Dunque gli aiuti maggiori in questa prima fase delle opere, provenivano dai Grataroli in primo luogo, ma anche dai Vitalba di Trescore. In quei giorni forse era stata fatta la scelta definitiva del progetto, in quanto questo argomento non compare ormai più nella corrispondenza.

Ma non abbiamo elementi che ci possano dare lumi sulla persona. Fu forse scelto il progetto di Mastro Antonio Ganalli di Brignano, così come afferma Mons.
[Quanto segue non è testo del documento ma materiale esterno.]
import { randomBytes } from 'node:crypto';
import { models } from '@/db/models';
import type { CompanyRole } from '@/db/models';
import { PERMISSIONS, type Permission } from '@/server/auth/permissions';
import type { Access } from '@/server/auth/access';
import type { ActionState } from '@/server/actions/safe-action';
import { hashToken } from '@/server/auth/tokens';
import { apiRequest, callAction, type ActionOutcome } from './next-request';
import { createCompanyWithSeats, createStaffUser, createUserWithRole, uniqueEmail, type TestCompany, type TestUser } from './factories';

/**
 * The permission matrix: every server action and route handler × every role, each cell
 * asserted allowed or denied (tests/integration/permissions-matrix.test.ts runs it).
 *
 * HOW TO ADD ROWS: drop a file in tests/integration/matrix/<area>.ts that exports
 * `cases: MatrixCase[]` (and, for rows read or changed by id, `crossCompany: CrossCompanyCase[]`).
 * The runner picks every file up by glob; nobody edits a shared list. Use `actionCase` and
 * `routeCase` below. Each cell runs as its own request with a fresh session of that role in
 * company A; `prepare` runs first (without a session) to make whatever the call needs, fresh
 * per cell (a member to remove, a study to read…).
 *
 * A cell is DENIED when the action answers code 'unauthenticated' or 'forbidden' (route: 401/403
 * with that code); anything else that passed the guard is ALLOWED — but an allowed cell must not
 * be a crash (code 'internal' / 500 fails the test), so inputs should be valid.
 */
export const MATRIX_ROLES = ['admin', 'installer', 'sales', 'staff', 'signed-out'] as const;
export type MatrixRole = (typeof MATRIX_ROLES)[number];

export type MatrixWorld = {
  /** Company A: admin, installer and sales below are its members (plenty of seats). */
  company: TestCompany;
  /** Company B: another customer, for cross-company cases. */
  otherCompany: TestCompany;
  users: Record<Exclude<MatrixRole, 'signed-out'>, TestUser>;
  /** Company B's admin (owner of B's rows in cross-company cases). */
  otherAdmin: TestUser;
  /** A fresh member of company A (or B) with the role. */
  member(role: CompanyRole, company?: TestCompany): Promise<TestUser>;
  /** A fresh pending invitation in company A (or B); returns its id and the link token. */
  invitation(company?: TestCompany): Promise<{ id: number; token: string; email: string }>;
};

export type CellResult = ActionOutcome | Response;

// Method syntax on purpose: rows with different `prepared` types sit in one array (parameters
// of methods are compared bivariantly), so an area file needs no casts.
export interface MatrixCase<P = unknown> {
  /** Unique; actions as 'action <file>#<export>', routes as '<METHOD> <path pattern>' (used by the completeness check). */
  name: string;
  kind: 'action' | 'route';
  access: Access;
  /** The roles expected to pass the guard. Checked against PERMISSIONS[access] too. */
  allow: readonly MatrixRole[];
  prepare?(world: MatrixWorld, role: MatrixRole): Promise<unknown>;
  run(world: MatrixWorld, prepared: P, role: MatrixRole): Promise<CellResult>;
}

/** A foreign row by id must answer 404 (never the row, never 403 that confirms it exists). */
export interface CrossCompanyCase<P = unknown> {
  name: string;
  /** Which member of company A tries it (default admin: the widest rights). */
  as?: 'admin' | 'installer' | 'sales';
  prepare?(world: MatrixWorld): Promise<unknown>;
  run(world: MatrixWorld, prepared: P): Promise<CellResult>;
  /** Optional: assert the foreign row is unchanged afterwards. */
  unchanged?(world: MatrixWorld, prepared: P): Promise<void>;
}

type AnyAction = (prev: ActionState<never> | null, input: FormData | Record<string, unknown>) => Promise<ActionState<unknown>>;

/** A server action row: `input` builds valid input for the cell. */
export function actionCase<P = undefined>(def: {
  file: string;
  exportName: string;
  action: AnyAction;
  access: Access;
  allow: readonly MatrixRole[];
  prepare?: (world: MatrixWorld, role: MatrixRole) => Promise<P>;
  input: (world: MatrixWorld, prepared: P, role: MatrixRole) => Record<string, unknown> | Promise<Record<string, unknown>>;
}): MatrixCase<P> {
  return {
    name: `action ${def.file}#${def.exportName}`,
    kind: 'action',
    access: def.access,
    allow: def.allow,
    prepare: def.prepare,
    run: async (world, prepared, role) => callAction(def.action as never, await def.input(world, prepared, role)),
  };
}

type AnyRoute = (req: Request, context: { params: Promise<never> }) => Promise<Response>;

/** A route handler row: `path` is the route pattern (e.g. /api/v1/studies/[id]); `request` builds the call. */
export function routeCase<P = undefined>(def: {
  method: 'GET' | 'POST' | 'PUT' | 'PATCH' | 'DELETE';
  path: string;
  handler: AnyRoute;
  access: Access;
  allow: readonly MatrixRole[];
  prepare?: (world: MatrixWorld, role: MatrixRole) => Promise<P>;
  request: (world: MatrixWorld, prepared: P, role: MatrixRole) => { url: string; params?: Record<string, string>; json?: unknown; headers?: Record<string, string> } | Promise<{ url: string; params?: Record<string, string>; json?: unknown; headers?: Record<string, string> }>;
}): MatrixCase<P> {
  return {
    name: `${def.method} ${def.path}`,
    kind: 'route',
    access: def.access,
    allow: def.allow,
    prepare: def.prepare,
    run: async (world, prepared, role) => {
      const r = await def.request(world, prepared, role);
      const req = apiRequest(r.url, { method: def.method, json: r.json, headers: r.headers });
      return def.handler(req, { params: Promise.resolve((r.params ?? {}) as never) });
    },
  };
}

/** The roles an access level lets through, from the permission map (for the consistency check). */
export function rolesFor(access: Access): MatrixRole[] {
  if (access === 'public') return [...MATRIX_ROLES];
  if (access === 'signed-in') return ['admin', 'installer', 'sales', 'staff'];
  return [...(PERMISSIONS[access as Permission] as readonly MatrixRole[])];
}

export async function buildWorld(): Promise<MatrixWorld> {
  const company = await createCompanyWithSeats(500);
  const otherCompany = await createCompanyWithSeats(500);
  const users = {
    admin: await createUserWithRole(company.id, 'admin'),
    installer: await createUserWithRole(company.id, 'installer'),
    sales: await createUserWithRole(company.id, 'sales'),
    staff: await createStaffUser(),
  };
  const otherAdmin = await createUserWithRole(otherCompany.id, 'admin');
  return {
    company,
    otherCompany,
    users,
    otherAdmin,
    member: (role, c = company) => createUserWithRole(c.id, role),
    invitation: async (c = company) => {
      const token = randomBytes(32).toString('base64url');
      const email = uniqueEmail('invitee');
      const row = await models().Invitation.create({
        companyId: c.id,
        email,
        role: 'sales',
        tokenHash: hashToken(token),
        invitedByUserId: null,
        expiresAt: new Date(Date.now() + 7 * 86_400_000),
        // Sent long ago, so a resend is not refused by the one-minute cooldown.
        lastSentAt: new Date(Date.now() - 3600_000),
      });
      return { id: row.id, token, email };
    },
  };
}

/** 'denied' | 'allowed', or a description of what went wrong (a crash is never "allowed"). */
export async function classify(result: CellResult): Promise<{ verdict: 'allowed' | 'denied' | 'crashed'; detail: string }> {
  if (result instanceof Response) {
    let code = '';
    try {
      code = ((await result.clone().json()) as { error?: { code?: string } })?.error?.code ?? '';
    } catch {
      code = '';
    }
    if ((result.status === 401 && code === 'unauthenticated') || (result.status === 403 && code === 'forbidden')) return { verdict: 'denied', detail: `${result.status} ${code}` };
    if (result.status >= 500) return { verdict: 'crashed', detail: `${result.status} ${code}` };
    return { verdict: 'allowed', detail: `${result.status}${code ? ' ' + code : ''}` };
  }
  if (result.redirect !== undefined) return { verdict: 'allowed', detail: `redirect ${result.redirect}` };
  if (result.notFound !== undefined) return { verdict: 'allowed', detail: `notFound ${result.notFound}` };
  const s = result.state;
  if (!s.ok && (s.code === 'unauthenticated' || s.code === 'forbidden')) return { verdict: 'denied', detail: s.code };
  if (!s.ok && s.code === 'internal') return { verdict: 'crashed', detail: s.error };
  return { verdict: 'allowed', detail: s.ok ? 'ok' : `${s.code}: ${s.error}` };
}

/** True when a cross-company attempt answered "not found". */
export async function isNotFound(result: CellResult): Promise<{ ok: boolean; detail: string }> {
  if (result instanceof Response) return { ok: result.status === 404, detail: `status ${result.status}` };
  if (result.notFound !== undefined) return { ok: result.notFound === 404, detail: `notFound ${result.notFound}` };
  if (result.redirect !== undefined) return { ok: false, detail: `redirect ${result.redirect}` };
  const s = result.state;
  return { ok: !s.ok && s.code === 'not_found', detail: s.ok ? 'ok' : `${s.code}: ${s.error}` };
}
L. Pagnoni; ma questo nome non compare mai nella documentazione dell’Archivio Grataroli.

Ad agosto la fornace produceva a pieno ritmo; “devo avvisarle essersi per necessità di legna abbruggiati nella
Fornace què bastoni che si destinavano alla vendita; dicono anche per che essendo ormai del tutto inariditi dal sole erano di pochissimo peso ed però non tornava à conto il cercare di venderli. Per altro la fornacciata è sin ora andata bene, e dimani sera, penso, si chiuderanno le divoratrici bocche”.

Durante tutto il successivo inverno 1743 la comunità rimase impegnata per la fabbrica: le donne per la filatura del lino e della stoppa, i contadini a raccoglier legna nel Serio, o nel bosco che la chiesa aveva acquistato in quel di Masano, gli uomini di fatica a cavar terra per la fornace, che veniva ammassata in grandi mucchi all’aperto perché fiorisse col gelo di quel gran freddo.

Le strade che si usavano per cavar sabbia, per trasportar legna, terra o mattoni dovevano essere continuamente mantenute efficienti, affinché i massari accettassero di far eseguire i trasporti in cambio di alcune lenzuola, che si acquistavano a Romano nella bottega Frosio Roncalli, in cambio di alcuni pesi del filo di lino prodotto dalle donne nelle case del borgo.

A metà marzo si erano verificate impreviste difficoltà che avevano messo in notevole apprensione il notevole arciprete; “subito ricevuto il  pregiatissimo suo foglio, ne ho partecipato il tenore al sig. Oratio Rivola, il quale ha stimato conveniente che si avvisi subito il capo mastro di Pumenengo, acciò venga, se può senza dilatione con li suoi uomini, avanti che qui sia chiuso il passo”.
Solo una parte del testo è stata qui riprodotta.